§ What you should do
Everything in the records below should be set down again, word for word.

** Opening Listed entries block **

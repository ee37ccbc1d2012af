"""A distribution on condition that the value lies between a floor and a cap."""

from __future__ import annotations

import math
from dataclasses import dataclass
from functools import cached_property
from itertools import pairwise

import numpy as np

from cellsim.uncertainty.distributions.distribution import Distribution, FloatArray
from cellsim.uncertainty.distributions.family import ParameterError, spell
from cellsim.uncertainty.distributions.moments import combine_moments, moments_of


def truncate(distribution: Distribution, floor: float | None, cap: float | None) -> Distribution:
    """The distribution on condition that the value is neither below the floor nor above the cap.

    Raises:
        ParameterError: Nothing of the distribution lies there.
    """
    if floor is None and cap is None:
        return distribution
    low = -math.inf if floor is None else floor
    high = math.inf if cap is None else cap
    if not low < high:
        message = f"floor must be below cap, read {spell(low)} and {spell(high)}"
        raise ParameterError("floor", message)
    restricted = distribution.restricted(low, high)
    if restricted is not None:
        return restricted
    truncated = Truncated(base=distribution, floor=low, cap=high)
    if truncated.mass > 0.0:
        return truncated
    if floor is not None and (cap is None or distribution.cdf(np.array([floor]))[0] > 0.0):
        raise ParameterError("floor", f"floor {spell(low)} leaves nothing of the distribution")
    raise ParameterError("cap", f"cap {spell(high)} leaves nothing of the distribution")


@dataclass(frozen=True, kw_only=True)
class Truncated(Distribution):
    """A continuous distribution between two bounds.

    The quantile is the base's at `F(floor) + u (F(cap) - F(floor))`; both tails are kept to full
    precision by carrying what lies below and what lies above.

    Attributes:
        base: The distribution without bounds.
        floor: The lower bound, -inf for none.
        cap: The upper bound, inf for none.
    """

    base: Distribution
    floor: float
    cap: float

    @property
    def lower(self) -> float:
        """The lower bound."""
        return max(self.floor, self.base.lower)

    @property
    def upper(self) -> float:
        """The upper bound."""
        return min(self.cap, self.base.upper)

    @property
    def breaks(self) -> tuple[float, ...]:
        """Those of the base that lie inside."""
        return tuple(point for point in self.base.breaks if self.lower < point < self.upper)

    @cached_property
    def mass(self) -> float:
        """The probability of the base between the bounds, to full relative precision."""
        (not_above_floor, not_above_cap), (above_floor, above_cap) = self._tails
        if not_above_floor > 0.5:
            return above_floor - above_cap
        if above_cap > 0.5:
            return not_above_cap - not_above_floor
        return 1.0 - not_above_floor - above_cap

    @property
    def mean(self) -> float:
        """The mean between the bounds."""
        return self._moments[0]

    @property
    def sd(self) -> float:
        """The standard deviation between the bounds."""
        return self._moments[1]

    def inverse(self, p: FloatArray, q: FloatArray) -> FloatArray:
        """The value with probability `p` below it and `q` above it."""
        (below, _), (_, above) = self._tails
        values = self.base.inverse(below + self.mass * p, above + self.mass * q)
        return np.clip(values, self.floor, self.cap)

    def cdf(self, x: FloatArray) -> FloatArray:
        """The probability of a value at or below `x`."""
        (below, _), (above_floor, _) = self._tails
        upper_half = below > 0.5
        part = above_floor - self.base.survival(x) if upper_half else self.base.cdf(x) - below
        return np.clip(part / self.mass, 0.0, 1.0)

    def survival(self, x: FloatArray) -> FloatArray:
        """The probability of a value above `x`."""
        (_, not_above_cap), (_, above) = self._tails
        lower_half = above > 0.5
        part = not_above_cap - self.base.cdf(x) if lower_half else self.base.survival(x) - above
        return np.clip(part / self.mass, 0.0, 1.0)

    def density(self, x: FloatArray) -> FloatArray:
        """The probability density at `x`."""
        inside = (x >= self.floor) & (x <= self.cap)
        return np.where(inside, self.base.density(x) / self.mass, 0.0)

    @cached_property
    def _tails(self) -> tuple[tuple[float, float], tuple[float, float]]:
        """The base's cdf and survival, each at floor and cap."""
        bounds = np.array([self.lower, self.upper])
        with np.errstate(invalid="ignore", over="ignore"):
            cdf, survival = self.base.cdf(bounds), self.base.survival(bounds)
        return (float(cdf[0]), float(cdf[1])), (float(survival[0]), float(survival[1]))

    @cached_property
    def _moments(self) -> tuple[float, float]:
        edges = (self.floor, *self.breaks, self.cap)
        if len(edges) == 2:
            return moments_of(self.inverse)
        pieces = [Truncated(base=self.base, floor=low, cap=high) for low, high in pairwise(edges)]
        return combine_moments([(piece.mass, piece.mean, piece.sd) for piece in pieces])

** Closing Listed entries block **

§ Response box
repository ee37ccbc1d2012af
"""A distribution on condition that the value lies between a floor and a cap."""

from __future__ import annotations

import math
from dataclasses import dataclass
from functools import cached_property
from itertools import pairwise

import numpy as np

from cellsim.uncertainty.distributions.distribution import Distribution, FloatArray
from cellsim.uncertainty.distributions.family import ParameterError, spell
from cellsim.uncertainty.distributions.moments import combine_moments, moments_of


def truncate(distribution: Distribution, floor: float | None, cap: float | None) -> Distribution:
    """The distribution on condition that the value is neither below the floor nor above the cap.

    Raises:
        ParameterError: Nothing of the distribution lies there.
    """
    if floor is None and cap is None:
        return distribution
    low = -math.inf if floor is None else floor
    high = math.inf if cap is None else cap
    if not low < high:
        message = f"floor must be below cap, read {spell(low)} and {spell(high)}"
        raise ParameterError("floor", message)
    restricted = distribution.restricted(low, high)
    if restricted is not None:
        return restricted
    truncated = Truncated(base=distribution, floor=low, cap=high)
    if truncated.mass > 0.0:
        return truncated
    if floor is not None and (cap is None or distribution.cdf(np.array([floor]))[0] > 0.0):
        raise ParameterError("floor", f"floor {spell(low)} leaves nothing of the distribution")
    raise ParameterError("cap", f"cap {spell(high)} leaves nothing of the distribution")


@dataclass(frozen=True, kw_only=True)
class Truncated(Distribution):
    """A continuous distribution between two bounds.

    The quantile is the base's at `F(floor) + u (F(cap) - F(floor))`; both tails are kept to full
    precision by carrying what lies below and what lies above.

    Attributes:
        base: The distribution without bounds.
        floor: The lower bound, -inf for none.
        cap: The upper bound, inf for none.
    """

    base: Distribution
    floor: float
    cap: float

    @property
    def lower(self) -> float:
        """The lower bound."""
        return max(self.floor, self.base.lower)

    @property
    def upper(self) -> float:
        """The upper bound."""
        return min(self.cap, self.base.upper)

    @property
    def breaks(self) -> tuple[float, ...]:
        """Those of the base that lie inside."""
        return tuple(point for point in self.base.breaks if self.lower < point < self.upper)

    @cached_property
    def mass(self) -> float:
        """The probability of the base between the bounds, to full relative precision."""
        (not_above_floor, not_above_cap), (above_floor, above_cap) = self._tails
        if not_above_floor > 0.5:
            return above_floor - above_cap
        if above_cap > 0.5:
            return not_above_cap - not_above_floor
        return 1.0 - not_above_floor - above_cap

    @property
    def mean(self) -> float:
        """The mean between the bounds."""
        return self._moments[0]

    @property
    def sd(self) -> float:
        """The standard deviation between the bounds."""
        return self._moments[1]

    def inverse(self, p: FloatArray, q: FloatArray) -> FloatArray:
        """The value with probability `p` below it and `q` above it."""
        (below, _), (_, above) = self._tails
        values = self.base.inverse(below + self.mass * p, above + self.mass * q)
        return np.clip(values, self.floor, self.cap)

    def cdf(self, x: FloatArray) -> FloatArray:
        """The probability of a value at or below `x`."""
        (below, _), (above_floor, _) = self._tails
        upper_half = below > 0.5
        part = above_floor - self.base.survival(x) if upper_half else self.base.cdf(x) - below
        return np.clip(part / self.mass, 0.0, 1.0)

    def survival(self, x: FloatArray) -> FloatArray:
        """The probability of a value above `x`."""
        (_, not_above_cap), (_, above) = self._tails
        lower_half = above > 0.5
        part = not_above_cap - self.base.cdf(x) if lower_half else self.base.survival(x) - above
        return np.clip(part / self.mass, 0.0, 1.0)

    def density(self, x: FloatArray) -> FloatArray:
        """The probability density at `x`."""
        inside = (x >= self.floor) & (x <= self.cap)
        return np.where(inside, self.base.density(x) / self.mass, 0.0)

    @cached_property
    def _tails(self) -> tuple[tuple[float, float], tuple[float, float]]:
        """The base's cdf and survival, each at floor and cap."""
        bounds = np.array([self.lower, self.upper])
        with np.errstate(invalid="ignore", over="ignore"):
            cdf, survival = self.base.cdf(bounds), self.base.survival(bounds)
        return (float(cdf[0]), float(cdf[1])), (float(survival[0]), float(survival[1]))

    @cached_property
    def _moments(self) -> tuple[float, float]:
        edges = (self.floor, *self.breaks, self.cap)
        if len(edges) == 2:
            return moments_of(self.inverse)
        pieces = [Truncated(base=self.base, floor=low, cap=high) for low, high in pairwise(edges)]
        return combine_moments([(piece.mass, piece.mean, piece.sd) for piece in pieces])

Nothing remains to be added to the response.